Bad Dreamz
American Dreamz
Directed By Paul Weitz
Based on the evidence of the last couple months, American filmmakers have developed a finely tuned ear for bad satire. Add American Dreamz to a list including CSA: The Confederate States of America and Thank You for Smoking, not to mention countless others I have deftly managed to avoid. While each of these films fail in their own way, they all share a consistently soft-headed imprecision, a lackadaisical approach to their targets that undercuts the unique force of satire as a persuasive tool. Worse than this, a poorly articulated satire like American Dreamz can begin to play like loving parody, thus making one unintentionally sympathetic to its subjects. To be blunt: I’ll never forgive this movie for making both Dubya and Kelly Clarkson seem lovable.

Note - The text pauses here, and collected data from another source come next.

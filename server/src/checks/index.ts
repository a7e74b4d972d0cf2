// The diode checks: from an elaborated circuit to findings, with each diode's kind,
// ratings and operating point at every corner. Pure; the solver is the project's own.
import type { Circuit, Diode, Element, NetlistDiagnostic, SourceLocation } from '../netlist/circuit.js';
import type { Finding, Fix } from '../findings.js';
import { effectiveSettings, type WorkspaceConfig } from '../config.js';
import type { Settings } from '../settings.js';
import type { Corner, DiodeOperatingPoint, SolveOptions, SolveResult } from '../sim/types.js';
import { hazardCautions } from './cautions.js';
import { solveWithHeldCharge } from './held-charge.js';
import { classifyDiode, probeForwardVoltage, type Classification } from './classify.js';
import { atCorner, probeSource, THEVENIN_PROBE_STEP, type CheckContext, type CheckedDiode, type DiodeAtCorner } from './context.js';
import { cornerPlanning, type CornerPlan, type SupplyLimits } from './corners.js';
import { readDirectives, type Directives } from './directives.js';
import { defaultSolver } from './engine.js';
import { makeFinding } from './finding.js';
import type { FixProvider, FixRequest, TheveninView } from './fix-request.js';
import { declaredKind, describeRating, diodeRatings, partsInParallel, resistorRatings, type ResistorRatings } from './ratings.js';
import { RULES } from './rules/index.js';
import type { Solver } from './solver.js';
import { applySuppressions } from './suppression.js';
import { tellOnce } from './told-once.js';
import { buildRegions, localCircuit, localCorner, takenNames } from './regions.js';
import { buildTopology, nodesWithinRails } from './topology.js';
import { RATING_SYMBOLS, type DiodeKind, type DiodeRatingKey } from './vocabulary.js';
import type { ValueSource } from './provenance.js';

export type { FixProvider, FixRequest, TheveninView } from './fix-request.js';
export type { CornerPlan } from './corners.js';
export type { DiodeKind } from './vocabulary.js';

export interface CheckOptions extends SolveOptions {
  /** Turns each finding's fix request into verified fixes (server/src/fixes). None: findings carry no fixes. */
  fixProvider?: FixProvider;
}

export interface RatingReport {
  key: DiodeRatingKey;
  /** The datasheet symbol: VRRM, IF, … */
  symbol: string;
  value: number;
  unit: string;
  source: ValueSource;
  /** "VRRM 25 V from directive on line 3". */
  text: string;
}

export interface MarginReport {
  key: DiodeRatingKey;
  /** What the diode sees (V, A or W). */
  used: number;
  limit: number;
  /** used / limit. */
  fraction: number;
}

export interface DiodeCornerReport {
  corner: string;
  description: string;
  quasiStatic: boolean;
  /** Undefined when the circuit did not solve at this corner. */
  point: DiodeOperatingPoint | undefined;
  margins: MarginReport[];
}

export interface DiodeReport {
  element: string;
  model: string;
  location: SourceLocation;
  kind: DiodeKind;
  kindReason: string;
  ratings: RatingReport[];
  corners: DiodeCornerReport[];
  /** The quasi-static corners again, with the capacitors beside diodes holding their charge (empty when none). */
  heldCharge: DiodeCornerReport[];
  /** Why it could not be checked, when it could not. */
  unchecked?: string;
}

export interface CheckResult {
  /** Rules, directive diagnostics, honesty diagnostics and cautions, after suppression and severity settings. */
  findings: Finding[];
  diodes: DiodeReport[];
  corners: Corner[];
  /** How each corner is described in messages, in the order of `corners`. */
  cornerPlans: CornerPlan[];
  solves: SolveResult[];
  /** Each finding's fix request, for the fixes module and code actions. */
  fixRequests: { finding: Finding; request: FixRequest }[];
}

/** Wall-clock budget for all counterfactual solves of one check (ours: keeps an edit-time check responsive). */
export const COUNTERFACTUAL_BUDGET_MILLISECONDS = 3000;
/**
 * Wall-clock budget for solving all the corners of one check, on top of each corner's own
 * budget (ours: two corners' worth of the solver's 10 s default, so that 96 corners of a hard
 * circuit cannot hold a check for minutes).
 */
export const CORNER_SOLVES_BUDGET_MILLISECONDS = 20_000;

/** Diagnostics of the netlist and the solver that say what could not be checked (passed through). */
const HONESTY_CODES: ReadonlySet<string> = new Set(['unknown-model', 'unmodeled-element', 'floating-node', 'unsolved-circuit']);

export function checkCircuit(
  circuit: Circuit,
  baseSettings: Settings,
  config: WorkspaceConfig | undefined,
  options?: CheckOptions,
): CheckResult {
  return checkWith(defaultSolver, circuit, baseSettings, config, options);
}
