// Thresholds the rules share. Each is a rule of thumb or a choice of ours, said beside it.
import type { CheckedDiode, DiodeAtCorner } from './context.js';

/** A diode carrying less than this forward current is not conducting (ours: well above gmin leakage, far below any indicator current). */
export const CONDUCTION_THRESHOLD = 10e-6;
/** A flipped diode carrying at least this would be doing a job: a plausible current (ours: a dim indicator LED still draws about 0.1 mA). */
export const PLAUSIBLE_CURRENT = 100e-6;
/** A diode carrying at least this through next to no resistance shorts a supply (ours; far above any indicator or signal current). */
export const SUPPLY_SHORT_CURRENT = 1;
/** Below this Thevenin resistance a diode's current is set by nothing but itself (ours). */
export const SUPPLY_SHORT_RESISTANCE = 1;
/**
 * The spread of an LED's forward voltage between parts and over temperature: about 0.1 V
 * (2 mV/K over 50 K; junction forward voltage falls about 2 mV per kelvin: common practice, no source).
 */
export const LED_FORWARD_VOLTAGE_SPREAD = 0.1;
/** An LED whose current would change by more than this fraction over that spread has no real current limit (ours). */
export const LED_CURRENT_CHANGE_LIMIT = 0.5;

/** The corner where `measure` is largest, with its value. */
export function worstCorner(diode: CheckedDiode, measure: (at: DiodeAtCorner) => number): { at: DiodeAtCorner; value: number } | undefined {
  let best: { at: DiodeAtCorner; value: number } | undefined;
  for (const at of diode.corners) {
    const value = measure(at);
    if (!best || value > best.value) best = { at, value };
  }
  return best;
}

export const forwardCurrent = (at: DiodeAtCorner) => at.point.current;
export const reverseVoltage = (at: DiodeAtCorner) => -at.point.voltage;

Of course, to many in the United States they are lovable, but such a reaction to their fictional counterparts reflects a failure of the film’s satirical mode. American Dreamz parallels two basic storylines: President Joe Staton (a criminally underused Dennis Quaid) awakes the day after re-election and, undergoing a vague moral crisis, suddenly desires to read a paper; meanwhile Martin Tweed (Hugh Grant, badly aping Simon Cowell) searches for a new group of contestants for his top-rated talent show, American Dreamz. Ratings drive both stories as Tweed pits calculating sweetheart Sally Kendoo (Mandy Moore) against showtune- loving, rejected Iraqi terrorist Omer (Sam Golzari) while the Staton’s handlers (including a Rove-esque Willem Dafoe) try to resolve a public relations nightmare by having the commander-in-chief guest judge the American Dreamz finale.
The sitcom-plot contrivance of all this might have worked if only writer-director Paul Weitz had drawn his characters with skill or care. It’s the tone-deaf flipside to Weitz’s own In Good Company. Whereas that film’s precise characterizations and melancholic charm made its simplistic points about age and modern work palatable, this film’s take on reality TV culture and our horrific foreign policy never gets fleshed out with believable human beings. Everyone’s an archetype and only Kendoo, whose Machiavellian media savvy can’t jade her radiance, approaches something like a complex person.
American Dreamz has only two worthwhile scenes, both conversations between Kendoo and Tweed, who develop a common ground of respect, admiration and attraction that transcends their otherwise underdeveloped characters (they’d be perfect for a soulless Lost In Translation remake). Golzari’s Omer, Chris Klein’s exploited soldier boyfriend and all the other characters come across as merely insulting, reflecting a tone of Democratic Party condescension that plagues the whole undertaking. And Quaid’s Staton is the film’s biggest wasted opportunity: He is basically a cardboard stand-in for Bush, his moral crisis never gels, and the film doesn’t even bother to explore the notion that Bush’s ignorance is central to his popularity. For a better version of this same idea, rent Warren Beatty’s ever-relevant Bulworth, still the model for messy and provocative political satire. But if you do see the sluggish, idiotic American Dreamz, listen closely for the sound of Jonathan Swift rolling over in his grave once again.